Sensitivity of the CD36-IR interaction to inhibition by saturated FA, especially PA, might be relevant to muscle glucose sparing, because PA, the main product of lipogenesis, is preferentially stored as TG by adipose tissue and released during fasting or exercise (36). These data suggest that PA might feedback in adipose tissue to limit lipogenesis by suppressing glucose uptake and that the data provide mechanistic insight into the glucose-FA cycle in muscle. This cycle initially proposed that FA metabolites inhibit muscle glucose utilization (37). Our data implicate membrane signaling as a major FA inhibition site, consistent with a primary role of membrane glucose transport (38,39). Saturated and unsaturated FA transduce markedly different CD36-mediated signaling (8,35), but the mechanisms for the distinctive effects are unclear. They might involve differential FA effects on CD36 localization in plasma membrane subdomains or restrictive properties of the lipid transport tunnel identified inside CD36 (40). CD36 regulation of IR (Fig. 8) and of AMPK (8) might explain CD36 influence on muscle fuel choice between FA and glucose. However, the mechanistic details of how this is accomplished, including downstream effects on transporter translocation, nutrient intracellular trafficking, and targeting to mitochondria (41–44), remain to be elucidated.

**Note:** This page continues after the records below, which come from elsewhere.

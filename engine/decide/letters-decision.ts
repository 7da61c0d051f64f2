import type { Budget } from '../arith/budget';
import { degreesOf } from '../ring/degrees';
import type { Graded } from '../ring/graded-ring';
import type { Words } from '../ring/word-ring';
import type { Decision } from './decidable-field';
import type { Finding } from './finding';
import { quotientsOf, verdictsOf } from './judged';
import { COUNTEREXAMPLE } from './letters-example';
import { residueFindings, separationFinding } from './letters-findings';
import { seeLetters, type Seen } from './letters-places';
import { PROOF_STEPS, proofSearcher, within } from './letters-proof';
import { searchCounterexample, type Claim, type DecideOver, type Refutation } from './letters-refute';
import type { LettersStatement } from './letters-statement';
import type { SteinbergRelation, Verdict } from './outcome';

/** How many steps each search may take; together they stay well below what a person waits for. */
const STEPS = { places: 10_000, values: 20_000 } as const;

const RELATIONS =
  'The difference of the sides is an integer combination of multiples of Steinberg relations [x][y] = 0, x + y = 1 (F. Morel, ' +
  'A¹-Algebraic Topology over a Field, LNM 2052, Definition 3.1, number from memory), so it is zero over every field.';

const RESIDUES =
  'A class over k(t) is zero iff its residues at all irreducible polynomials and its specialisation at infinity are (F. Morel, LNM 2052, ' +
  'Theorem 3.24, number from memory); one letter after the other this leads to Q, or to the prime field, and there to ' +
  'signs and residues at primes. A statement in letters holds over every field iff it holds over this one of rational functions.';

const NEITHER =
  'No lawful values at hand separate the sides, and no relations at hand join them. Values were looked for in small fields, so many in each ' +
  `and for at most ${STEPS.values} steps; proofs among sums of products of the factors of the entries, for at most ${PROOF_STEPS} steps with each ` +
  'choice of factors.';

/**
 * Decides over ℚ(letters), or 𝔽_p(letters), where entries are no products of letters alone: residues along one letter after the other
 * as far as residue fields are again fields of rational functions; Steinberg relations among products of the factors of the entries;
 * and values at which the sides differ. A degree in which none of these settles the question is undecided.
 */
export function decideLetters(claim: Claim, decideOver: DecideOver, budget: Budget): Decision {
  const { statement } = claim;
  const [left = [], right = []] = statement.sides;
  const degrees = degreesOf([...left, ...right]);
  const seen = see(statement, budget);
  const searcher = proofSearcher(statement, budget);

  const verdicts = new Map<number, Verdict>();
  const relations: SteinbergRelation[] = [];
  let named = true;
  for (const degree of degrees) {
    if (seen?.separations.has(degree)) {
      verdicts.set(degree, 'different');
      continue;
    }
    const known = seen !== undefined && !seen.open.has(degree);
    const proof = searcher.prove(degree, known ? 2 : 3);
    verdicts.set(degree, known || proof !== undefined ? 'equal' : 'undecided');
    if (proof === undefined) named = false;
    else relations.push(...proof);
  }

  const apart = degrees.some((degree) => verdicts.get(degree) === 'different');
  const wanted = new Set(degrees.filter((degree) => verdicts.get(degree) !== 'equal'));
  const refutation: Refutation =
    wanted.size === 0
      ? { findings: [], tried: [], limit: { steps: STEPS.values, reached: false } }
      : searchCounterexample({ ...claim, degrees: wanted, patience: apart ? 3 : 1 }, decideOver, STEPS.values, budget);
  for (const { degree, same } of refutation.findings) if (!same) verdicts.set(degree, 'different');

  const { counterexample } = refutation;
  const equal = [...verdicts.values()].every((verdict) => verdict === 'equal');
  const byRelations = equal && named;
  const modulo = (what: 'eta' | 'h', not: ReadonlySet<number> | undefined, there: boolean): boolean | undefined => {
    if (equal) return true;
    if ((not?.size ?? 0) > 0 || !there) return false;
    const complete = (degree: number): boolean =>
      verdicts.get(degree) === 'equal' || (seen !== undefined && !seen.open.has(degree));
    return degrees.every((degree) => complete(degree) || searcher.provesModulo(what, degree)) ? true : undefined;
  };
  return {
    findings: counterexample === undefined ? shown(statement, verdicts, seen, searcher.words) : refutation.findings,
    theorem:
      counterexample !== undefined
        ? `${COUNTEREXAMPLE} ${refutation.theorem ?? ''}`.trim()
        : byRelations
          ? RELATIONS
          : equal || apart
            ? RESIDUES
            : NEITHER,
    search: {
      verdicts,
      modEta: modulo(
        'eta',
        seen?.notModEta,
        refutation.findings.every((finding) => finding.sameModEta),
      ),
      modH: modulo(
        'h',
        seen?.notModH,
        refutation.findings.every((finding) => finding.sameModH),
      ),
      ...(counterexample && { counterexample }),
      ...(byRelations && { relations }),
      tried: {
        fields: refutation.tried,
        limit: refutation.limit,
        proof: {
          limit: { steps: PROOF_STEPS, reached: searcher.reached() },
          generators: statement.generators.map(({ element }) => element),
          ...searcher.looked,
          chains: seen?.chains ?? 0,
        },
      },
    },
  };
}

/**
 * What maps over k(t) leave open, settled by the searches as far as they go. Both are right, so in each degree the one that knows
 * more is followed; findings of a counterexample are shown, if there is one.
 */
export function settledBySearch(maps: Decision, searches: Decision): Decision {
  const { search } = searches;
  if (search === undefined) return maps;
  const verdicts = new Map(search.verdicts);
  for (const [degree, verdict] of verdictsOf(maps)) if (verdict !== 'undecided') verdicts.set(degree, verdict);
  const settled = [...verdicts.values()].every((verdict) => verdict !== 'undecided');
  const found = search.counterexample !== undefined || search.relations !== undefined;
  const { findings, theorem } = found ? searches : maps;
  const known = quotientsOf(maps);
  return {
    findings,
    theorem,
    ...(!settled && maps.open && { open: maps.open }),
    search: { ...search, verdicts, modEta: known.modEta ?? search.modEta, modH: known.modH ?? search.modH },
  };
}

/** What the places tell; nothing where there are too many of them. */
function see({ ring, entries, sides: [left = [], right = []] }: LettersStatement, budget: Budget): Seen | undefined {
  return within(STEPS.places, budget, (limited) =>
    seeLetters({ ...ring, budget: limited }, entries, [left, right], limited),
  );
}

/** What is shown where no counterexample is: residues of both sides, or the end of a chain at which they differ. */
function shown(
  statement: LettersStatement,
  verdicts: ReadonlyMap<number, Verdict>,
  seen: Seen | undefined,
  words: readonly Graded<Words>[] | undefined,
): readonly Finding[] {
  return [...verdicts].flatMap(([degree, verdict]): readonly Finding[] => {
    const separation = seen?.separations.get(degree);
    if (separation !== undefined) return [separationFinding(statement, separation)];
    if (verdict !== 'equal' || words === undefined) return [];
    return residueFindings(statement, degree, words[0]?.get(degree));
  });
}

Our findings support a beneficial homeostatic role of muscle CD36. The associations identified between genetically determined low CD36 and insulin resistance (HOMA-IR) and T2D (Supplementary Table 3 and Supplementary Fig. 4) are consistent with this, although they are likely to reflect complex causality. Genetic CD36 variants are relatively common and often affect CD36 expression (45,46). These variants have been associated with risk of metabolic syndrome (47) and diabetes or insulin resistance (48,49). Dysfunctional interaction of CD36 with IR, Fyn, and P85 might contribute to its role in the etiology of metabolic disease.